------ SOURCE DATA

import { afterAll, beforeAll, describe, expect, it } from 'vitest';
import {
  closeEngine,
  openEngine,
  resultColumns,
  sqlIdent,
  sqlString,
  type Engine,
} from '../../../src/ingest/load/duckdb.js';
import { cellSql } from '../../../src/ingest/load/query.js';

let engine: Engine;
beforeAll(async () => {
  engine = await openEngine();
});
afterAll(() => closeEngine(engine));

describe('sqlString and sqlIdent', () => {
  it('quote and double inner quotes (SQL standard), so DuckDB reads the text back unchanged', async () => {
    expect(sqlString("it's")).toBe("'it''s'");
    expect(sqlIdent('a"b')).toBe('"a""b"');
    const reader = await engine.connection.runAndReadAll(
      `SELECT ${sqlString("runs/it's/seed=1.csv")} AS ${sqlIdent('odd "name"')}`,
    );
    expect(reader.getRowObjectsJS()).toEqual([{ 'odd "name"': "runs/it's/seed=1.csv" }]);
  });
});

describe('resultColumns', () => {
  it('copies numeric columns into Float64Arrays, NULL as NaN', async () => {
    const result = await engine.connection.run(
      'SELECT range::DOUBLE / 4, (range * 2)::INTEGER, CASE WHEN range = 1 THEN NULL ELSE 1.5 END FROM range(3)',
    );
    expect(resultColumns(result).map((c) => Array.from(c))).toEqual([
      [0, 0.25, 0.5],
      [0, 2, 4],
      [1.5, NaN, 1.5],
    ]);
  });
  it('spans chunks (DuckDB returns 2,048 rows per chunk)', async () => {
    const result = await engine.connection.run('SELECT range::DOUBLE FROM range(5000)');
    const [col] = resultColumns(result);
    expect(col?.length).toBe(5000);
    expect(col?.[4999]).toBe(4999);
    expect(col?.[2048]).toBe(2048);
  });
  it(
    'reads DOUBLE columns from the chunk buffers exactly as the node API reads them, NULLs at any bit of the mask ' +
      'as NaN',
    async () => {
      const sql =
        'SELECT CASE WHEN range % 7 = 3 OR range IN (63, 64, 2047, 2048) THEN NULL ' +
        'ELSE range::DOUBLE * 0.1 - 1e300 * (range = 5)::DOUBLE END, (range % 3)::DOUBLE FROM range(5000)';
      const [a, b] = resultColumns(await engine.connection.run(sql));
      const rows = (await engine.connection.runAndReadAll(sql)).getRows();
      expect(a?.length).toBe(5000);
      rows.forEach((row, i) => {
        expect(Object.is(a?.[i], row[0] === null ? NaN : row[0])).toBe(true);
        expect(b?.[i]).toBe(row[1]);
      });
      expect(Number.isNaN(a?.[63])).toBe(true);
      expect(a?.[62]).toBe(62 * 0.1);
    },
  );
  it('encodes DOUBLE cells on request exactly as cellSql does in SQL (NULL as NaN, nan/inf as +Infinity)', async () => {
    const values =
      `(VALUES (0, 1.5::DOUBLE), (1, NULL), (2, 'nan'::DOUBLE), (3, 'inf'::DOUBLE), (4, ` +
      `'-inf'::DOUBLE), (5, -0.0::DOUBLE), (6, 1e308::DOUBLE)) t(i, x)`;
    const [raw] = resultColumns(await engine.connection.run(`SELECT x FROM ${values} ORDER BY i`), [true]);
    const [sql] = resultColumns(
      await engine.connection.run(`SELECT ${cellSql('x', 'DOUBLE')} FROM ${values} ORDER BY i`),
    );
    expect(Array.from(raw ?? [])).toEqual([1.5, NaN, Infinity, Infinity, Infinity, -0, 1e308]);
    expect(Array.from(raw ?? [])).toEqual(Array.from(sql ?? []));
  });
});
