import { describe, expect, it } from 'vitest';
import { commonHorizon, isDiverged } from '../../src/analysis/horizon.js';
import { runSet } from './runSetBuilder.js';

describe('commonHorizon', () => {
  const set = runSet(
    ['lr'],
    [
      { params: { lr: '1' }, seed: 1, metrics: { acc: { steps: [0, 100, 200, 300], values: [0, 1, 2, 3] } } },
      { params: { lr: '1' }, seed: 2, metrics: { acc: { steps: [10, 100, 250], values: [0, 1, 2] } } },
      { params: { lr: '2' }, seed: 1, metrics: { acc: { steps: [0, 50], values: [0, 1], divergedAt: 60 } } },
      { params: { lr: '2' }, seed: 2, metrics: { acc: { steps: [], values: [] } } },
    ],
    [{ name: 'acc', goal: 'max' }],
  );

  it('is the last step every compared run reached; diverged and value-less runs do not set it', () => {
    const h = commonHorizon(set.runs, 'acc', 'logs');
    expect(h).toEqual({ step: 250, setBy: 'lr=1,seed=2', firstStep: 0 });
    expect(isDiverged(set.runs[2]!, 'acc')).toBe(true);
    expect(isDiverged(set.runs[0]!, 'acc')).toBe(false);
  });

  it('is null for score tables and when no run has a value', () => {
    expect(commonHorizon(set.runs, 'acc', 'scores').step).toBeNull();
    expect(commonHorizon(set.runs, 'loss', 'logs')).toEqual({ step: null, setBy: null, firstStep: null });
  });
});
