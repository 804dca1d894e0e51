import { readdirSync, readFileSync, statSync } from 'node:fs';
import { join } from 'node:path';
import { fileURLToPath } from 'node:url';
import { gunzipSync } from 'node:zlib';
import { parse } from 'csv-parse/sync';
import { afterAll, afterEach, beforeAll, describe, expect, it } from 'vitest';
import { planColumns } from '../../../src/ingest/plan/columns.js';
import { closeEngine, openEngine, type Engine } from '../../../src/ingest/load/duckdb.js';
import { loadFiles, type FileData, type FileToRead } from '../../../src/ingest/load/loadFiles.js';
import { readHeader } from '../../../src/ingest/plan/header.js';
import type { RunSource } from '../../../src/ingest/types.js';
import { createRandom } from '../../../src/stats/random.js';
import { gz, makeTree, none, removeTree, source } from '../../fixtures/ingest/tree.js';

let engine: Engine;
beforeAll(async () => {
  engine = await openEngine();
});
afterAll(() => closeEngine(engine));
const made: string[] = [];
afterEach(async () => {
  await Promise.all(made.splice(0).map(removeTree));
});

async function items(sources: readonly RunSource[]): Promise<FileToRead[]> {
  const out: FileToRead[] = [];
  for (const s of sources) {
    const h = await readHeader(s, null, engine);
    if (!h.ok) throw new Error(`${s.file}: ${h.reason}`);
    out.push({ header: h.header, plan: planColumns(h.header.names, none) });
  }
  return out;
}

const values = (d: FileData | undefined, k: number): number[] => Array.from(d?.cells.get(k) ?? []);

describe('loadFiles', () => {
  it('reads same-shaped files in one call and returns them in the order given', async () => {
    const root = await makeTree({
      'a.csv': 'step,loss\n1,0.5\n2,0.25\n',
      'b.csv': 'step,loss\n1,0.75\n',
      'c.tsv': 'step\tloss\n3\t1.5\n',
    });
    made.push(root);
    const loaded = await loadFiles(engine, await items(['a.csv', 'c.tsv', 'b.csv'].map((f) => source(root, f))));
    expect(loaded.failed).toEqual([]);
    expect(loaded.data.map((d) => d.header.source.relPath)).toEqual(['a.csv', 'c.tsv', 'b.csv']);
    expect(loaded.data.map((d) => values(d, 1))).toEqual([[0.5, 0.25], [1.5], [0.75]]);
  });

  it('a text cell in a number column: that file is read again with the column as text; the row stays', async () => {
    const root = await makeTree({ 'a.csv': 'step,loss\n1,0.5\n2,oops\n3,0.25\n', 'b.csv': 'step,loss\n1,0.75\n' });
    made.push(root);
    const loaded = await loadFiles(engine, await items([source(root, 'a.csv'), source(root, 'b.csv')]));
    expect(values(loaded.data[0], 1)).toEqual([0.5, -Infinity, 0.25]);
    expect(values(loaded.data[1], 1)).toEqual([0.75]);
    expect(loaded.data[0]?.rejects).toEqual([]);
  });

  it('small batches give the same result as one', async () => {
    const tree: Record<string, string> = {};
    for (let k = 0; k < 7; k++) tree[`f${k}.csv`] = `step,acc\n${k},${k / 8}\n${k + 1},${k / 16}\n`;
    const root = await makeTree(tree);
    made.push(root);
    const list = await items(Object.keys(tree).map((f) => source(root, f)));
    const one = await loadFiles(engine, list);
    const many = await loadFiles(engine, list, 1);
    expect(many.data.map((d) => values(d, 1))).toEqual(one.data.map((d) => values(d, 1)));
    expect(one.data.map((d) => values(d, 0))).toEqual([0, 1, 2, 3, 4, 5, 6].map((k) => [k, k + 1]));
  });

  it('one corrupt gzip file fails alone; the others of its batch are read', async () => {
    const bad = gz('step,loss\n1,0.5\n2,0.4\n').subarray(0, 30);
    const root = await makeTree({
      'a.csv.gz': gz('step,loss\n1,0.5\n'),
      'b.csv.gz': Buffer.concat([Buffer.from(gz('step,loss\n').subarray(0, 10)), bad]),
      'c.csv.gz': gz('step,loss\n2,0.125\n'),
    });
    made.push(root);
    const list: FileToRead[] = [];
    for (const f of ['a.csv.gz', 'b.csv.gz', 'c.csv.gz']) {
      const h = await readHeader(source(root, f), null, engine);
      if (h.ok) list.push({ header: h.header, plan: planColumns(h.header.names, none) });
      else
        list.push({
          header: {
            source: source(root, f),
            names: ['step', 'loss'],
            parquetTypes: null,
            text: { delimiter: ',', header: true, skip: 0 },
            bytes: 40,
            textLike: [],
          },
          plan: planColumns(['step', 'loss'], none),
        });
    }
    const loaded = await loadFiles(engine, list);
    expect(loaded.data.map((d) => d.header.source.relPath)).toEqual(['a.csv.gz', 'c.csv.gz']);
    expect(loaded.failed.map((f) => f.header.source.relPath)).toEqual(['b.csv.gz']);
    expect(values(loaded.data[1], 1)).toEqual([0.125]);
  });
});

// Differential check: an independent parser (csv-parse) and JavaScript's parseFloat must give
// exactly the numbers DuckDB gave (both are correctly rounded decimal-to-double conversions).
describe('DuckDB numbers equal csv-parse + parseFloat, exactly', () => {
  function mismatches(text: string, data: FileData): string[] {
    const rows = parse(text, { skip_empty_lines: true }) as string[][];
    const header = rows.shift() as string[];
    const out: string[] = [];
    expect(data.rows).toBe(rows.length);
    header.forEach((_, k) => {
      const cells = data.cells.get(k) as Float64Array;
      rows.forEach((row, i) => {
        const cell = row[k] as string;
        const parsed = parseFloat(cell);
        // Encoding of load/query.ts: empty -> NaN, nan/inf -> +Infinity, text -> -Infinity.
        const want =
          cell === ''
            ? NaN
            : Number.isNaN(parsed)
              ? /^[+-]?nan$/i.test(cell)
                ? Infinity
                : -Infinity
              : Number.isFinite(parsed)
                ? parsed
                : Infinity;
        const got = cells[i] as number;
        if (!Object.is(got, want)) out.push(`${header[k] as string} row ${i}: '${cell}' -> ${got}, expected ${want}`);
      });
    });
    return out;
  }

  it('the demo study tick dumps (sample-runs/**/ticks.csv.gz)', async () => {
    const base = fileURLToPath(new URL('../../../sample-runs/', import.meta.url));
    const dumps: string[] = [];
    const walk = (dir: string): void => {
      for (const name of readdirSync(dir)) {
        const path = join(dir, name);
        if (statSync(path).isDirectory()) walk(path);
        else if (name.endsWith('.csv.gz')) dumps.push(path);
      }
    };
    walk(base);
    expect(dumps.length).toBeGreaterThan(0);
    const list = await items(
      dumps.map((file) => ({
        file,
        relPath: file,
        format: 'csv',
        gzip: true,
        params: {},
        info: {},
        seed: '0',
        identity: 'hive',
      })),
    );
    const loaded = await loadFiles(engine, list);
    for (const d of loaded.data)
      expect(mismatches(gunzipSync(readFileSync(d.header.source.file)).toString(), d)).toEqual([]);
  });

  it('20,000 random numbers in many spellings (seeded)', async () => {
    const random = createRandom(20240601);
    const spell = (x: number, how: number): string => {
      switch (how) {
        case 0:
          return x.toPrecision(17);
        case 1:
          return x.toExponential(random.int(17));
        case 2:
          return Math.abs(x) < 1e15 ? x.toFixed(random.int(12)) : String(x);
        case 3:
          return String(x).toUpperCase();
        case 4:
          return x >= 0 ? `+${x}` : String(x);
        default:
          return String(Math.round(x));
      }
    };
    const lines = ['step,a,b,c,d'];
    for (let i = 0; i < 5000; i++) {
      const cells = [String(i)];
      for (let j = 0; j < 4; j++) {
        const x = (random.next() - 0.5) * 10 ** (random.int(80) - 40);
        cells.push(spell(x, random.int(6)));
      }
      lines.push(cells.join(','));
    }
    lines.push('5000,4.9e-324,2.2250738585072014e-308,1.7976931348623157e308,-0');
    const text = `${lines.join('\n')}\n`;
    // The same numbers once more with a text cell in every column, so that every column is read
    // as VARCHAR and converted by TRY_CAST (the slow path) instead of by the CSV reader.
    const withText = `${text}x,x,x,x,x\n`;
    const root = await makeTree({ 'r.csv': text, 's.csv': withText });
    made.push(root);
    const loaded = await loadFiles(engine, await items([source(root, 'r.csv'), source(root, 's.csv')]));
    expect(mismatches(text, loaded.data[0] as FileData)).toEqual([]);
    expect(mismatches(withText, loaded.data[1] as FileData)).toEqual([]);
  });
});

------------

TO DO: Pull out all lines of the data with the string "openEngine".

RESULT BELOW:
  openEngine,
  engine = await openEngine();
import { closeEngine, openEngine, type Engine } from '../../../src/ingest/load/duckdb.js';
  engine = await openEngine();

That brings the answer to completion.